Group of iPhone Users Had Their Apple IDs Locked and Were Forced to Reset Their Passwords
One of the bad things about the internet is the fact that you're never really completely in control of the situation. Even when your data is at stake, you're often at the mercy of a service provider who sometimes does things that don't seem terribly logical. Those of you who have had their information put in danger probably know that the feeling isn't particularly pleasant. On Tuesday, quite a few iPhone users got to experience it.
A wave of people took to social media and complained about being locked out of their Apple accounts. For no apparent reason, their iPhones just told them that their accounts had been locked "for security reasons" and that they must "verify their identity" if they want to use Apple's services. For reasons that will become apparent in a minute, we can't say how many people were affected exactly. Judging by the amount of attention the tweets and posts attracted, however, we can conclude that the number is not insignificant.
It could have been worse
Being locked out of their accounts meant that users had no other choice but to reset their passwords. Some reported problems with doing that, and a few complained about syncing issues after access to the account had been restored.
Overall, however, the whole thing was little more than a nuisance for most people, and they dealt with it rather quickly. Some even praised Apple for looking after its users by forcing them to go through all the trouble of changing their passwords. That being said, some people are ready to praise Apple for just about anything.
The sound of silence
Despite the lack of any real damage, many users were quite concerned. Their accounts were locked "for security reasons", and naturally enough, they wanted to know what had happened. Sadly, there was nobody to answer their questions.
Like all big, reputable companies, Apple has a social media account dedicated to helping people out when they have problems with their iDevices. Needless to say, many users turned to it when their Apple IDs got locked, and for what it's worth, the social media people did their job – they redirected users to a help page that tells them what they're supposed to do to get their accounts back. In many cases, however, people were turning to Apple's Support account not because they needed assistance, but because they wanted an explanation. All these pleas were ignored, and so were journalists' requests for comments. Apple, a company with close to 600 million users, decided that the best strategy in that case was to act as if nothing had happened.

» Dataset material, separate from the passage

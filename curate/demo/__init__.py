"""The invented pump-fleet demo: :mod:`~curate.demo.data` generates the readings (with
injected faults and their truth table), :mod:`~curate.demo.pumps` writes its pipeline, runs
it and scores the catch."""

As always, the lack of official information leads to a lot of speculation. Some discuss the possibility of the whole situation being caused by a large-scale credential stuffing attack. Others reckon that Apple might be trying to protect its customers from a massive phishing campaign. Others still think that it's just a bug in Apple's system.

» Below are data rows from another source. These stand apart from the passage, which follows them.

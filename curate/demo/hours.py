"""The demo's regression variant: hours until the next service of each invented pump.

The same invented fleet as :mod:`curate.demo_data` (sites, pump models,
shifts and sensors drawn the same way), but the target is a number: the hours
a pump ran until it needed service, as the maintenance log recorded them. The
hours follow a rough sketch: each model has its own service interval; vibration,
bearing heat and a fault shorten it; the log adds some spread. Seeded faults
that curate should find:

- ``outlier``: the logged hours are off by several standard deviations (a
  typing slip or a wrong work order): 3 to 5 standard deviations up, or down
  where that stays above zero;
- ``re-sent``: a full copy of an earlier row under a new ``reading_id``;
- ``conflict``: an earlier row's sensor values re-sent with other hours (at
  least two standard deviations away);
- ``schema``: one sensor out of its physical range.

:func:`generate` returns the readings and the ground truth (one row per
injected fault); :func:`write` stores both as files.
"""

from __future__ import annotations

import os
from pathlib import Path
from types import MappingProxyType

import numpy as np
import polars as pl

from curate.demo import data as demo_data
from curate.errors import UsageError

__all__ = ["FAULT_SHARES", "FEATURES", "TARGET", "UNIT", "generate", "write"]

TARGET = "hours_to_service"
UNIT = "h"
FEATURES: tuple[str, ...] = tuple(f for f in demo_data.FEATURES)
FAULT_SHARES = MappingProxyType({"outlier": 0.04, "re-sent": 0.03, "schema": 0.003,
                                 "conflict": 0.005})
# Service interval of each pump model in hours, in demo_data.MODELS order.
_INTERVAL = np.array([2200.0, 1800.0, 1400.0, 2600.0])
# How much of the interval each true condition leaves, in demo_data.CONDITIONS order.
_CONDITION_LEFT = np.array([1.0, 0.45, 0.3, 0.6, 0.4])


def _hours(rng: np.random.Generator, base: dict[str, np.ndarray]) -> np.ndarray:
    """Hours until service: the model's interval, shortened by vibration, heat and faults."""
    wear = np.exp(-0.09 * np.maximum(base["vibration_mm_s"] - 2.0, 0.0)
                  - 0.015 * np.maximum(base["bearing_temp_c"] - 45.0, 0.0))
    hours = (_INTERVAL[base["model"]] * _CONDITION_LEFT[base["condition"]] * wear
             * np.exp(0.12 * rng.standard_normal(len(wear))))
    return np.round(np.maximum(hours, 1.0), 1)


def _counts(rows: int) -> dict[str, int]:
    if not isinstance(rows, int) or isinstance(rows, bool) or rows < 100:
        raise UsageError(f"demo rows must be an integer >= 100, got {rows!r}",
                         hint="ask for at least 100 rows, for example rows=2000")
    return {kind: int(round(share * rows)) for kind, share in FAULT_SHARES.items()}


def _moved(rng: np.random.Generator, hours: np.ndarray, spread: float,
           low: float) -> tuple[np.ndarray, np.ndarray]:
    """Hours moved by ``low`` to ``low + 2`` standard deviations; down only where that stays > 1 h."""
    size = rng.uniform(low, low + 2.0, len(hours)) * spread
    down = (rng.random(len(hours)) < 0.5) & (hours - size > 1.0)
    new = np.round(np.where(down, hours - size, hours + size), 1)
    return new, (new - hours) / spread


def _plan(rng: np.random.Generator, n_base: int, counts: dict[str, int]) -> dict[str, np.ndarray]:
    cuts = np.cumsum([counts["schema"], counts["outlier"], counts["re-sent"], counts["conflict"]])
    schema, outlier, resent, conflict = np.split(rng.permutation(n_base)[: cuts[-1]], cuts[:-1])
    return {"schema": np.sort(schema), "outlier": outlier, "re-sent": resent,
            "conflict": conflict}


def generate(rows: int = 20000, seed: int = 7) -> tuple[pl.DataFrame, pl.DataFrame]:
    """Draw the pump readings with their hours until service, and the ground truth of the faults.

    Returns
    -------
    readings : polars.DataFrame
        ``reading_id``, the :data:`FEATURES` and ``hours_to_service``.
    truth : polars.DataFrame
        One row per injected fault: ``reading_id``, ``fault``,
        ``original_hours``, ``given_hours``, ``source_id`` (the copied reading,
        null unless a copy) and ``detail``.

    Examples
    --------
    >>> readings, truth = generate(rows=500, seed=1)
    >>> readings.height, readings["reading_id"].n_unique(), readings[TARGET].dtype
    (500, 500, Float64)
    >>> sorted(truth["fault"].unique())
    ['conflict', 'outlier', 're-sent', 'schema']
    """
    rng = np.random.default_rng(seed)
    counts = _counts(rows)
    n_base = rows - counts["re-sent"] - counts["conflict"]
    base = demo_data._readings(rng, n_base)
    true_hours = _hours(rng, base)
    spread = float(np.std(true_hours))
    plan = _plan(rng, n_base, counts)
    given = true_hours.copy()
    detail = np.full(rows, "", dtype=object)
    fault = np.full(rows, "", dtype=object)
    given[plan["outlier"]], sds = _moved(rng, true_hours[plan["outlier"]], spread, 3.0)
    fault[plan["outlier"]] = "outlier"
    detail[plan["outlier"]] = [f"logged hours moved by {s:+.1f} standard deviations" for s in sds]
    fault[plan["schema"]] = "schema"
    detail[plan["schema"]] = demo_data._break_schema(rng, base, plan["schema"])
    resent, conflict = plan["re-sent"], plan["conflict"]
    sources = np.concatenate([resent, conflict])
    other = _moved(rng, given[conflict], spread, 2.0)[0]
    index = np.concatenate([np.arange(n_base), sources])
    hours = np.concatenate([given, given[resent], other])
    original = np.concatenate([true_hours, true_hours[sources]])
    fault[n_base:] = ["re-sent"] * len(resent) + ["conflict"] * len(conflict)
    order = demo_data._order(rng, n_base, sources)
    ids = 100000 + rng.choice(3 * rows, size=rows, replace=False)
    id_of = np.empty(rows, dtype=np.int64)
    id_of[order] = ids
    source_id = np.full(rows, -1, dtype=np.int64)
    source_id[n_base:] = id_of[sources]
    detail[n_base:] = [f"copy of reading {i}" for i in source_id[n_base:]]
    pick = index[order]
    readings = pl.DataFrame({
        "reading_id": ids.astype(np.int64),
        "site": np.array(demo_data.SITES)[base["site"][pick]],
        "pump_model": np.array(demo_data.MODELS)[base["model"][pick]],
        "shift": np.array(demo_data.SHIFTS)[base["shift"][pick]],
        **{name: base[name][pick] for name in demo_data.RANGES},
        TARGET: hours[order],
    })
    marked = np.flatnonzero(fault[order] != "")
    truth = pl.DataFrame({
        "reading_id": ids[marked].astype(np.int64),
        "fault": fault[order][marked].astype(str),
        "original_hours": original[order][marked],
        "given_hours": hours[order][marked],
        "source_id": pl.Series(source_id[order][marked], dtype=pl.Int64).replace(-1, None),
        "detail": detail[order][marked].astype(str),
    }).sort("fault", "reading_id")
    return readings, truth


def write(folder: str | os.PathLike[str], rows: int = 20000, seed: int = 7) -> dict[str, Path]:
    """Generate the regression demo and write ``hours.csv`` and ``hours-truth.csv`` into ``folder``.

    Each file is written under a temporary name and renamed when complete.

    Examples
    --------
    >>> import tempfile
    >>> with tempfile.TemporaryDirectory() as tmp:
    ...     sorted(p.name for p in write(tmp, rows=200, seed=3).values())
    ['hours-truth.csv', 'hours.csv']
    """
    readings, truth = generate(rows, seed)
    out = Path(folder)
    out.mkdir(parents=True, exist_ok=True)
    paths = {}
    for name, frame in (("hours", readings), ("hours-truth", truth)):
        path, tmp = out / f"{name}.csv", out / f".{name}.csv.partial"
        frame.write_csv(tmp)
        os.replace(tmp, path)
        paths[name] = path
    return paths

Whatever the cause, the real problem here is not the lockout itself. There's no evidence of any data loss, and as we mentioned already, most people recovered quickly. The problem is Apple's unwillingness to communicate with users when things go wrong. People that own Apple accounts use them to host some pretty sensitive information. They have every right to know what's going on when it is threatened by someone. Hopefully, both Apple and the rest of the vendors offering this type of services will understand this sooner rather than later.